Wie? Wie in Gottes Namen hatte er davon erfahren?

"Wem hast du es alles erzählt?", fragte Harry kühl.

"Hey, ich hab es nur Ginny erzählt. Wie ich dir gesagt habe. Ehrlich." Hermine wollte auf der Stelle losheulen. Wie unfassbar peinlich das alles doch war! Jetzt wusste es die ganze Schule!

"Wir haben ein Problem." sagte er genauso desinteressiert.

"Ich weiß, Harry. Wir sollten gleich nach dem Essen Ron suchen gehen." Sie bemühte sich ihre Stimme ruhig zu halten. Aber diese lästernden Schüler um sie herum waren einfach unerträglich.

"Nein, wir warten besser bis morgen. Er wird uns jetzt nicht zuhören." Harry sah sie nicht an. Was sollte das? War das Schlamassel jetzt etwa ihre Schuld?

Nach dem Festessen begab sich Hermine eilends in ihren Schlafsaal und zog die Vorhänge zu. Das Letzte was sie wollte, war von Lavender und Parvati über diese Peinlichkeit ausgefragt zu werden. Stattdessen entschied sie sich den lang ersehnten Brief an ihre Eltern zu schreiben. Die Uhr zeigte viertel vor elf, als Hermine ihn ein letztes Mal durchlas.

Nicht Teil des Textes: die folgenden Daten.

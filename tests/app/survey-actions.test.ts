import { describe, expect, it } from 'vitest';
import { deleteSurvey, eraseSurvey } from '../../src/app/actions/delete-survey.ts';
import { copyTitle, duplicateSurvey } from '../../src/app/actions/duplicate-survey.ts';
import { exportSurvey, fileNameOf } from '../../src/app/actions/export-survey.ts';
import { findUnreadable } from '../../src/app/actions/find-unreadable.ts';
import { importSurveys } from '../../src/app/actions/import-surveys.ts';
import { openSample } from '../../src/app/actions/open-sample.ts';
import { openSurvey } from '../../src/app/actions/open-survey.ts';
import { renameSurvey } from '../../src/app/actions/rename-survey.ts';
import { attempt } from '../../src/app/attempt.ts';
import { inventedSurvey } from './invented-survey.ts';
import { pickedFile, plainServices } from './plain-services.ts';

async function withSurvey(id = 'a') {
  const services = plainServices();
  await services.store.create(inventedSurvey(id));
  return services;
}

describe('export', () => {
  it('gives a file that imports as the same survey', async () => {
    const services = await withSurvey();
    const { fileName, text } = await exportSurvey(services, 'a');
    expect(fileName).toBe('mill-lane-4-nowhere.json');
    const elsewhere = plainServices();
    await importSurveys(elsewhere, [pickedFile(fileName, text)]);
    expect(await elsewhere.store.load('a')).toMatchObject({ survey: inventedSurvey('a') });
  });

  it('gives a survey that cannot be read as it is stored', async () => {
    const services = await withSurvey();
    await services.store.applyChanges('a', [{ path: 'version', value: 9 }]);
    const { text } = await exportSurvey(services, 'a');
    expect(JSON.parse(text)).toEqual({ ...inventedSurvey('a'), version: 9 });
  });

  it.each([
    ['Dach über Łódź / Süd', 'dach-über-łódź-süd.json'],
    ['../../etc/passwd', 'etc-passwd.json'],
    ['???', 'survey.json'],
    ['x'.repeat(300), `${'x'.repeat(60)}.json`],
  ])('names the file after the title: %s', (title, fileName) => expect(fileNameOf(title)).toBe(fileName));
});

describe('duplicate', () => {
  it('stores a copy under a new id and title, and can be taken back', async () => {
    const services = await withSurvey();
    await duplicateSurvey(services, 'a');
    expect(await services.store.load('new-1')).toMatchObject({
      survey: { ...inventedSurvey('a'), id: 'new-1', title: 'Mill lane 4, Nowhere, copy' },
    });
    await services.state.notice.value?.undo?.();
    expect((await services.store.load('new-1'))?.deletedAt).not.toBeNull();
  });

  it('counts copies instead of stacking the word', () => {
    expect(copyTitle('House, copy', ['House', 'House, copy'])).toBe('House, copy 2');
    expect(copyTitle('House, copy 2', ['House, copy', 'House, copy 2'])).toBe('House, copy 3');
  });
});

describe('delete', () => {
  it('can be taken back', async () => {
    const services = await withSurvey();
    await deleteSurvey(services, { id: 'a', title: 'House' });
    expect(services.state.surveys.value?.[0].deletedAt).not.toBeNull();
    await services.state.notice.value?.undo?.();
    expect(services.state.surveys.value?.[0].deletedAt).toBeNull();
  });

  it('for good leaves no way back and no offer of one', async () => {
    const services = await withSurvey();
    await deleteSurvey(services, { id: 'a', title: 'House' });
    await eraseSurvey(services, 'a');
    expect(services.state.notice.value).toBeNull();
    expect(services.state.surveys.value).toEqual([]);
  });
});

describe('rename', () => {
  it('changes the title alone, on the open survey too, and can be taken back', async () => {
    const services = await withSurvey();
    await openSurvey(services, 'a');
    await renameSurvey(services, inventedSurvey('a'), '  New name ');
    expect(services.state.open.value?.stored).toMatchObject({
      survey: inventedSurvey('a', { title: 'New name' }),
    });
    await services.state.notice.value?.undo?.();
    expect(services.state.open.value?.stored).toMatchObject({ survey: inventedSurvey('a') });
  });

  it('leaves the title where the new one is empty', async () => {
    const services = await withSurvey();
    await renameSurvey(services, inventedSurvey('a'), '   ');
    expect(services.state.notice.value).toBeNull();
  });
});

describe('a sample', () => {
  const sample = { name: 's', title: 'S', text: () => Promise.resolve(JSON.stringify(inventedSurvey('s'))) };

  it('is stored once, kept as edited, and brought back when it was deleted', async () => {
    const services = plainServices();
    expect(await openSample(services, sample)).toBe('s');
    await services.store.applyChanges('s', [{ path: 'title', value: 'Mine now' }]);
    await services.store.remove('s');
    expect(await openSample(services, sample)).toBe('s');
    expect(await services.store.load('s')).toMatchObject({ deletedAt: null, survey: { title: 'Mine now' } });
  });

  it('that does not load is told', async () => {
    const services = plainServices();
    const broken = { ...sample, text: () => Promise.reject(new Error('offline')) };
    expect(await attempt(services.state, async () => void (await openSample(services, broken)))).toBe(false);
    expect(services.state.trouble.value).toEqual({ code: 'part-missing', detail: 'Error: offline' });
  });
});

describe('opening', () => {
  it('tells a survey that is not here', async () => {
    const services = plainServices();
    await openSurvey(services, 'nowhere');
    expect(services.state.open.value).toEqual({ id: 'nowhere', stored: 'missing' });
  });

  it('is not undone by an earlier one that was still reading', async () => {
    const services = await withSurvey('slow');
    await services.store.create(inventedSurvey('quick'));
    const slow = openSurvey(services, 'slow');
    await openSurvey(services, 'quick');
    await slow;
    expect(services.state.open.value?.id).toBe('quick');
    expect(services.state.open.value?.stored).toMatchObject({ survey: { id: 'quick' } });
  });

  it('marks in the list what cannot be read', async () => {
    const services = await withSurvey('good');
    await services.store.create(inventedSurvey('newer'));
    await services.store.applyChanges('newer', [{ path: 'version', value: 9 }]);
    await findUnreadable(services);
    expect([...services.state.unreadable.value.keys()]).toEqual(['newer']);
  });
});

Liebe Mama und lieber Papa,

ich darf erst jetzt in Hogwarts diesen Brief an euch schreiben. Professor McGonagall hat mir erzählt, welch Unglück dir wiederfahren ist, meine liebe Mama. Ich hoffe es geht dir gut und das Ministerium hat für euren Schutz gesorgt. Ich möchte das du dich davon erholen kannst. Bitte schreibt mir ganz genau was in jener Nacht passiert ist, denn ich möchte mich auf vermeintliche Angriffe vorbreiten. Und bitte: Wenn du irgendwelche Nachwirkungen hast, dann gehe doch in das St.Mungo Hospital und nicht zu einem normalen Arzt. Vertraue mir, diese Heiler können weit mehr als gewöhnliche Ärzte.

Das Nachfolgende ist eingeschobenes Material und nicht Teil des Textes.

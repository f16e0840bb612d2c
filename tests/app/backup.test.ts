import { unzipSync, zipSync } from 'fflate';
import { beforeEach, describe, expect, it } from 'vitest';
import { restoreBackup } from '../../src/app/actions/restore-backup.ts';
import { appState } from '../../src/app/app-state.ts';
import { makeBackup } from '../../src/app/backup/make-backup.ts';
import { changesBetween } from '../../src/core/survey/field-changes.ts';
import type { Survey } from '../../src/core/survey/survey.ts';
import { emptyBrowser, tab } from '../storage/memory-database.ts';
import { inventedSurvey, rawReading } from './invented-survey.ts';

beforeEach(emptyBrowser);

const ID = 'invented-1';
const PICTURE = Uint8Array.from({ length: 5000 }, (_, i) => (i * 37) % 251);

function device() {
  const { surveys, photos, backup, hash, now, setClock } = tab();
  const keepStorage = () => Promise.resolve();
  return { state: appState(), store: surveys, photos, backup, hash, now, setClock, keepStorage };
}
type Device = ReturnType<typeof device>;

/** A survey with a photo on a device. */
async function filled(at: Device): Promise<Survey> {
  const sha256 = await at.photos.keep({ type: 'image/jpeg', contents: PICTURE.slice().buffer });
  const survey = inventedSurvey(ID, {
    photos: [
      {
        id: 'p1',
        of: { kind: 'plane', id: 'south' },
        takenAt: '2026-05-14T09:30:00Z',
        width: 100,
        height: 50,
        bytes: PICTURE.length,
        sha256,
      },
    ],
  });
  await at.store.create(survey);
  return survey;
}

async function packed(at: Device, ids = [ID]): Promise<Uint8Array> {
  const pieces: Uint8Array[] = [];
  await makeBackup(at, ids, (piece) => pieces.push(piece.slice()));
  return Uint8Array.from(pieces.flatMap((piece) => [...piece]));
}

async function restore(at: Device, archive: Uint8Array) {
  const file = {
    name: 'backup.zip',
    size: archive.length,
    arrayBuffer: () => Promise.resolve(archive.slice().buffer),
  };
  await restoreBackup(at, [file]);
  return at.state.restores.value[0];
}

async function survey(at: Device, id = ID): Promise<Survey> {
  const stored = await at.store.load(id);
  if (stored?.state !== 'readable') throw new Error('not readable');
  return stored.survey;
}

const edit = async (at: Device, change: Partial<Survey>) => {
  const before = await survey(at);
  await at.store.applyChanges(ID, changesBetween(before, { ...before, ...change }));
};

/** The device loses everything. */
function another(at: Device): Device {
  emptyBrowser();
  const fresh = device();
  fresh.setClock(at.now());
  return fresh;
}

describe('a backup', () => {
  it('brings surveys and photos to an empty device, equal', async () => {
    const first = device();
    const before = await filled(first);
    await first.store.create(inventedSurvey('second', { title: 'Second' }));
    const archive = await packed(first, [ID, 'second']);
    const second = another(first);
    expect(await restore(second, archive)).toEqual({
      file: 'backup.zip',
      outcome: 'restored',
      photos: 1,
      surveys: [
        { id: ID, title: before.title, outcome: 'added', isDeleted: false },
        { id: 'second', title: 'Second', outcome: 'added', isDeleted: false },
      ],
    });
    expect(await survey(second)).toEqual(before);
    const picture = await second.photos.picture(before.photos![0].sha256);
    expect(new Uint8Array(picture!.contents)).toEqual(PICTURE);
  });

  it('is an open archive: the survey as a survey file, photos as files, a list with hashes', async () => {
    const first = device();
    const before = await filled(first);
    const files = unzipSync(await packed(first));
    const text = (path: string) => new TextDecoder().decode(files[path]);
    const folder = 'surveys/1-mill-lane-4-nowhere';
    const { sha256 } = before.photos![0];
    expect(Object.keys(files).sort()).toEqual(
      [
        `${folder}/survey.json`,
        `${folder}/rows.json`,
        `photos/${sha256}.jpg`,
        'manifest.json',
        'manifest.sha256',
      ].sort(),
    );
    expect(JSON.parse(text(`${folder}/survey.json`))).toEqual(before);
    expect(files[`photos/${sha256}.jpg`]).toEqual(PICTURE);
    expect(JSON.parse(text('manifest.json'))).toMatchObject({ format: 'noonmark-backup', version: 1 });
  });

  it('is merged: of each field the later one stays, readings are joined', async () => {
    const first = device();
    await filled(first);
    await edit(first, { notes: 'Backed up', readings: [...inventedSurvey().readings, rawReading('raw-22')] });
    const archive = await packed(first);
    // The same device, later: one field is newer, one reading more.
    await edit(first, {
      title: 'Newer title',
      readings: [...(await survey(first)).readings, rawReading('raw-333')],
    });
    await edit(first, { planes: [{ ...inventedSurvey().planes[0], surfaceTilt: 41 }] });
    const newest = await survey(first);
    expect(await restore(first, archive)).toMatchObject({ surveys: [{ outcome: 'same' }] });
    expect(await survey(first)).toEqual(newest);
  });

  it('fills in what another copy lacks, and leaves what is newer there', async () => {
    const first = device();
    await filled(first);
    const old = await packed(first);
    await edit(first, { notes: 'Two dogs', planes: [{ ...inventedSurvey().planes[0], surfaceTilt: 41 }] });
    const newer = await packed(first);
    const second = another(first);
    await restore(second, old);
    await edit(second, { title: 'Changed here' });
    expect(await restore(second, newer)).toMatchObject({ surveys: [{ outcome: 'merged' }] });
    expect(await survey(second)).toMatchObject({
      title: 'Changed here',
      notes: 'Two dogs',
      planes: [{ surfaceTilt: 41 }],
    });
    // What this device does next is later than all that came in.
    second.setClock(0);
    await edit(second, { notes: 'Three dogs' });
    await restore(second, newer);
    expect((await survey(second)).notes).toBe('Three dogs');
  });

  it('does not bring back what was deleted later, and says so', async () => {
    const first = device();
    await filled(first);
    const archive = await packed(first);
    await first.store.remove(ID);
    expect(await restore(first, archive)).toMatchObject({ surveys: [{ outcome: 'same', isDeleted: true }] });
  });

  it('brings back what was erased', async () => {
    const first = device();
    const before = await filled(first);
    const archive = await packed(first);
    await first.store.erase(ID);
    expect(await restore(first, archive)).toMatchObject({
      surveys: [{ outcome: 'added', isDeleted: false }],
    });
    expect(await survey(first)).toEqual(before);
  });

  it('refuses a survey whose raw reading differs from the one stored, and leaves it whole', async () => {
    const first = device();
    await filled(first);
    const archive = await packed(first);
    const second = another(first);
    await second.store.create(inventedSurvey(ID, { readings: [rawReading('raw-1', 99)] }));
    const before = await survey(second);
    expect(await restore(second, archive)).toMatchObject({
      surveys: [{ outcome: 'refused', code: 'reading-conflict' }],
    });
    expect(await survey(second)).toEqual(before);
  });
});

describe('a damaged archive', () => {
  /** The archive with one of its files changed. */
  async function bent(change: (files: Record<string, Uint8Array>) => void): Promise<[Device, Uint8Array]> {
    const first = device();
    await filled(first);
    const files = unzipSync(await packed(first));
    change(files);
    return [another(first), zipSync(files)];
  }
  const rowsPath = 'surveys/1-mill-lane-4-nowhere/rows.json';
  const photoPath = (files: Record<string, Uint8Array>) =>
    Object.keys(files).find((path) => path.startsWith('photos'))!;

  it.each<[string, (files: Record<string, Uint8Array>) => void, RegExp, RegExp]>([
    ['a flipped bit in a photo', (files) => (files[photoPath(files)][17] ^= 4), /photos\/.*jpg/, /damaged/],
    ['a photo cut short', (files) => (files[photoPath(files)] = PICTURE.slice(0, 100)), /photos/, /damaged/],
    ['a missing photo', (files) => delete files[photoPath(files)], /photos/, /missing/],
    ['a flipped bit in the rows', (files) => (files[rowsPath][40] ^= 1), /rows\.json/, /damaged/],
    ['a flipped bit in the list', (files) => (files['manifest.json'][60] ^= 1), /manifest/, /damaged/],
    ['no list', (files) => delete files['manifest.json'], /manifest/, /no backup/],
  ])('with %s is refused with what and where, and nothing is stored', async (_, change, path, message) => {
    const [second, archive] = await bent(change);
    expect(await restore(second, archive)).toMatchObject({
      outcome: 'damaged',
      problems: [
        { path: expect.stringMatching(path) as string, message: expect.stringMatching(message) as string },
      ],
    });
    expect(await second.store.list()).toEqual([]);
    second.setClock(Date.UTC(2030, 0));
    expect((await second.photos.unused()).count).toBe(0);
  });

  it('cut short anywhere is refused', async () => {
    const first = device();
    await filled(first);
    const archive = await packed(first);
    const second = another(first);
    for (let length = 0; length < archive.length; length += Math.ceil(archive.length / 25))
      expect(await restore(second, archive.slice(0, length))).toMatchObject({ outcome: 'damaged' });
    expect(await second.store.list()).toEqual([]);
  });

  it('that is no archive is refused', async () => {
    const text = new TextEncoder().encode(JSON.stringify(inventedSurvey()));
    expect(await restore(device(), text)).toMatchObject({ outcome: 'damaged' });
  });

  it('with rows that no device wrote is refused', async () => {
    const [second, archive] = await bent(() => undefined);
    const files = unzipSync(archive);
    const rows = JSON.parse(new TextDecoder().decode(files[rowsPath])) as { fields: { stamp: string }[] };
    rows.fields[3].stamp = 'yesterday';
    files[rowsPath] = new TextEncoder().encode(JSON.stringify(rows));
    const manifest = JSON.parse(new TextDecoder().decode(files['manifest.json'])) as {
      files: { path: string; bytes: number; sha256: string }[];
    };
    for (const file of manifest.files) {
      file.bytes = files[file.path].length;
      file.sha256 = await second.hash(files[file.path]);
    }
    files['manifest.json'] = new TextEncoder().encode(JSON.stringify(manifest));
    files['manifest.sha256'] = new TextEncoder().encode(await second.hash(files['manifest.json']));
    expect(await restore(second, zipSync(files))).toMatchObject({
      outcome: 'damaged',
      problems: [{ path: expect.stringContaining('fields[3]') as string }],
    });
  });
});

describe('pictures', () => {
  it('that no survey shows any more are counted and erased, those of deleted surveys are not', async () => {
    const at = device();
    const before = await filled(at);
    await at.photos.keep({ type: 'image/png', contents: new Uint8Array([1, 2, 3]).buffer });
    at.setClock(Date.UTC(2027, 0));
    await at.store.remove(ID);
    expect(await at.photos.unused()).toEqual({ count: 1, bytes: 3 });
    await at.photos.eraseUnused();
    expect(await at.photos.unused()).toEqual({ count: 0, bytes: 0 });
    expect(await at.photos.picture(before.photos![0].sha256)).not.toBeNull();
    await at.store.erase(ID);
    expect((await at.photos.unused()).count).toBe(1);
  });
});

Mir geht es soweit gut und fühle mich hier sicher. Ich frage mich nur, wo Professor Dumbledore wohl sein könnte, denn er ist noch nicht angekommen. Bitte sagt mir, wenn ihr etwas darüber wisst.

Schreibt mir so bald es geht zurück!

In Liebe

eure Tochter Hermine

Ja, so kann ich es lassen, dachte sich Hermine. Doch sie war zu müde um noch hoch in die Eulerei zu gehen, so dass sie einfach den Brief zur Seite schob und ihren Kopf auf das Kissen fallen ließ.